If the witness is not able to be served with a subpoena in Connecticut, then the appropriate procedure is for an Application for Commission to take the deposition of an out-of-state resident to be filed in the Connecticut Court. The Application for Commission is a motion requesting an Order from the Connecticut Court that gives the party permission to depose the out-of-state witness in the state where that witness resides. Top Fairfield County attorneys will consult with an attorney in the state in which the witness resides prior to filing the Application for Commission in order to ensure that the Connecticut Order authorizing the deposition complies with the laws and procedures of the state in which the deposition is to take place.

Once filed, if the opposing party does not agree that the Application for Commission be granted as a matter of course, a judge in Connecticut will decide whether or not to grant it in accordance with Connecticut’s discovery rules. Assuming that it does get granted in Connecticut, the process does not end there. The witness must then be served with a subpoena in accordance with the laws and procedures of the state in which he or she is to be served, i.e., his or her state of residence. Some states allow a subpoena to be served on the witness, while others require that the subpoena (and sometimes an accompanying motion) be filed in that state’s court prior to being served. It is critical to follow the law of the state in which the witness is to be served so that the witness cannot claim he or she was served improperly.

What Happens Once the Witness is Served?

Once the witness is properly served, that witness can challenge the subpoena in the courts of the state in which he or she is served. At Broder & Orland LLC, we find it important to have local counsel involved when serving an out-of-state witness in order to assist with any litigation that may occur in that state. Local counsel can also assist in the event that the witness fails to appear for the deposition and a motion to compel his or her attendance is needed.

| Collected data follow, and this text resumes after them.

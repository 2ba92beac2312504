import { copyFileSync, mkdirSync, renameSync, rmSync, writeFileSync } from 'node:fs';
import { join } from 'node:path';
import { beforeAll, beforeEach, describe, expect, it } from 'vitest';
import { requireBuilt } from '../support/built.js';
import { makeWorkplace, type Workplace } from '../support/railfit.js';

const PROBE = 'soil-moisture-probe.yaml';
let place: Workplace;

const start = (): string => join(place.folder, 'start.sqlite');

beforeAll(async () => {
  requireBuilt();
  place = makeWorkplace();
  expect((await place.run(['import', 'approved.csv'])).exit).toBe(0);
  copyFileSync(place.catalog, start());
  return () => { place.remove(); };
}, 60_000);
beforeEach(() => { copyFileSync(start(), place.catalog); });

interface StagesDocument {
  readonly done: string;
  readonly files: readonly string[];
  readonly stages: readonly { readonly file: string; readonly part: string | null; readonly name: string | null; readonly problem: string | null }[];
}

async function stages(words: readonly string[] = []): Promise<StagesDocument> {
  const ran = await place.run(['stages', ...words, '--json']);
  expect(ran.exit, ran.stdout).toBe(0);
  return JSON.parse(ran.stdout) as StagesDocument;
}

const kept = async (): Promise<unknown[]> => (await stages()).stages.map(({ file, part }) => [file, part]);

describe('railfit stages', () => {
  it('keeps a file with its part, keeps the choice when it is added again, changes it and takes it back', async () => {
    expect(await stages(['add', PROBE, '--part', 'HOUSE-02'])).toMatchObject({ done: 'add', files: [PROBE], stages: [{ file: PROBE, part: 'HOUSE-02', name: 'Soil-moisture probe, second amplifier', problem: null }] });
    await stages(['add', 'reference-buffer.yaml', PROBE]);
    expect(await kept()).toEqual([['reference-buffer.yaml', null], [PROBE, 'HOUSE-02']]);
    await stages(['add', PROBE, '--part', 'HOUSE-01']);
    expect(await kept()).toEqual([['reference-buffer.yaml', null], [PROBE, 'HOUSE-01']]);
    await stages(['add', PROBE, '--no-part']);
    expect(await stages(['remove', 'reference-buffer.yaml'])).toMatchObject({ done: 'remove', files: ['reference-buffer.yaml'], stages: [{ file: PROBE, part: null }] });
  });

  it('keeps what lies below the catalog with it when the folder moves', async () => {
    mkdirSync(join(place.folder, 'team'));
    copyFileSync(join(place.folder, PROBE), join(place.folder, 'team', PROBE));
    const there = (folder: string): readonly string[] => ['stages', '--json', '--catalog', join(folder, 'c.sqlite')];
    copyFileSync(start(), join(place.folder, 'team', 'c.sqlite'));
    await place.run(['stages', 'add', join('team', PROBE), '--catalog', join('team', 'c.sqlite')]);
    renameSync(join(place.folder, 'team'), join(place.folder, 'moved'));
    expect(JSON.parse((await place.run(there('moved'))).stdout)).toMatchObject({ stages: [{ file: `moved/${PROBE}`, problem: null }] });
  });

  it('tells what became of a file, and forgets one that is gone', async () => {
    copyFileSync(join(place.folder, PROBE), join(place.folder, 'mine.yaml'));
    await stages(['add', 'mine.yaml']);
    writeFileSync(join(place.folder, 'mine.yaml'), 'topology: follower\nsupply: 5\n');
    expect((await stages()).stages).toMatchObject([{ file: 'mine.yaml', name: null, problem: expect.stringMatching(/^it no longer reads: line 2: .+, and 1 more$/u) as unknown }]);
    rmSync(join(place.folder, 'mine.yaml'));
    expect((await stages()).stages).toMatchObject([{ file: 'mine.yaml', problem: 'the file is gone' }]);
    expect((await stages(['remove', 'mine.yaml'])).stages).toEqual([]);
  });

  it.each<[string, readonly string[], string]>([
    ['a file that is no stage', ['add', PROBE, 'approved.csv'], 'S'],
    ['a part that is not there', ['add', PROBE, '--part', 'HOUSE-O2'], 'C108'],
    ['a stage that is not saved', ['remove', PROBE], 'C112'],
    ['another word', ['forget', PROBE], 'C102'],
    ['a file without add', [PROBE], 'C102'],
    ['no file', ['add'], 'C102'],
    ['standard input', ['add', '-'], 'C102'],
    ['a file to list', ['list', PROBE], 'C102'],
    ['a part to list', ['list', '--part', 'HOUSE-01'], 'C106'],
  ])('refuses %s and keeps nothing', async (_, words, code) => {
    const ran = await place.run(['stages', ...words]);
    expect(ran).toMatchObject({ exit: 2, stdout: '' });
    expect(ran.stderr).toContain(`error[${code}`);
    expect(await kept()).toEqual([]);
  });

  it('tells what is wrong with all files at once', async () => {
    const ran = await place.run(['stages', 'add', 'nowhere.yaml', PROBE, 'refused.csv', '--json']);
    const { problems } = JSON.parse(ran.stdout) as { problems: { file?: string; path?: string }[] };
    expect(new Set(problems.map(({ file, path }) => file ?? path))).toEqual(new Set(['nowhere.yaml', 'refused.csv']));
    expect(await kept()).toEqual([]);
  });
});
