import { copyFileSync, readFileSync, writeFileSync } from 'node:fs';
import { join } from 'node:path';
import { beforeAll, describe, expect, it } from 'vitest';
import { requireBuilt } from '../support/built.js';
import { makeWorkplace, type Ran, type Workplace } from '../support/railfit.js';

const PROBE = 'soil-moisture-probe.yaml';
let place: Workplace;

beforeAll(() => {
  requireBuilt();
  place = makeWorkplace();
  return () => { place.remove(); };
});

function demandsOf(content: string | Uint8Array): Promise<Ran> {
  writeFileSync(join(place.folder, 'odd.yaml'), content);
  return place.run(['demands', 'odd.yaml']);
}

const FOLLOWER = 'topology: follower\nsupply: 5 V\nsignal: {input: 1..4 V}\n';
/** Bytes without a pattern, the same in every run. */
const noise = Uint8Array.from({ length: 4000 }, (_, at) => (at * 7919 + ((at * at) >> 3)) % 256);

describe('stage files that are not what they should be', () => {
  it.each<[string, string | Uint8Array, string]>([
    ['empty', '', 'S102'],
    ['only a comment', '# nothing\n', 'S102'],
    ['binary', noise, 'S100'],
    ['UTF-16', Buffer.from(`\ufeff${FOLLOWER}`, 'utf16le'), 'S100'],
    ['10 MB of comments', FOLLOWER + '# '.padEnd(79, 'x').concat('\n').repeat(130_000), 'S100'],
    ['10 MB in one line', `${FOLLOWER}name: ${'x'.repeat(10_000_000)}\n`, 'S100'],
    ['a tab where YAML has none', 'topology: follower\n\tsupply: 5 V\n', 'S100'],
  ])('%s: refused by name, exit 2', async (_what, content, code) => {
    const started = performance.now();
    const ran = await demandsOf(content);
    expect(ran.exit, ran.stderr).toBe(2);
    expect(ran.stderr).toContain(`error[${code}]`);
    expect(ran.stderr).toContain('odd.yaml');
    expect(ran.stderr.length).toBeLessThan(4000);
    expect(ran.stdout).toBe('');
    expect(performance.now() - started).toBeLessThan(20_000);
  });

  it('a byte-order mark, and the line ends of another system, change nothing', async () => {
    const text = readFileSync(join(place.folder, PROBE), 'utf8');
    const { stdout } = await place.run(['demands', PROBE]);
    expect((await demandsOf(`\ufeff${text}`)).stdout).toBe(stdout);
    expect((await demandsOf(text.replaceAll('\n', '\r\n'))).stdout).toBe(stdout);
  });

  it('JSON is read as well, and so is standard input', async () => {
    const stage = JSON.stringify({ topology: 'follower', supply: '5 V', signal: { input: '1..4 V' } });
    const { stdout } = await demandsOf(FOLLOWER);
    expect((await demandsOf(stage)).stdout).toBe(stdout);
    expect((await place.run(['demands', '-'], { input: stage })).stdout).toBe(stdout);
  });

  it('a name with blanks, a minus and letters of any script is only a name', async () => {
    const name = '- Gewächshaus 2 (ß).yaml';
    copyFileSync(join(place.folder, PROBE), join(place.folder, name));
    const ran = await place.run(['shortlist', `./${name}`]);
    expect(ran.exit).toBe(0);
    expect(ran.stdout).toContain(`'./${name}'`);
  });
});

After the subpoena is issued and any litigation initiated by the third party witness is complete, the deposition can occur. In some circumstances, counsel may agree to have the deposition take place in Connecticut to save the time and expense of the parties and counsel traveling to the other state for the deposition. If there is no agreement for that to occur, then the deposition must take place out-of-state. That deposition testimony can then be used as part of the Connecticut divorce proceedings. Under Connecticut Practice Book rules, the deposition testimony can also be used in some circumstances in lieu of that witness’ testimony at trial.

At Broder & Orland LLC, we have experience in arguing for (and sometimes against) Applications for Commission to take the depositions of out-of-state witnesses, and we understand the strategic considerations that clients should take into account in deciding when and how to pursue the deposition of an out-of-state witness.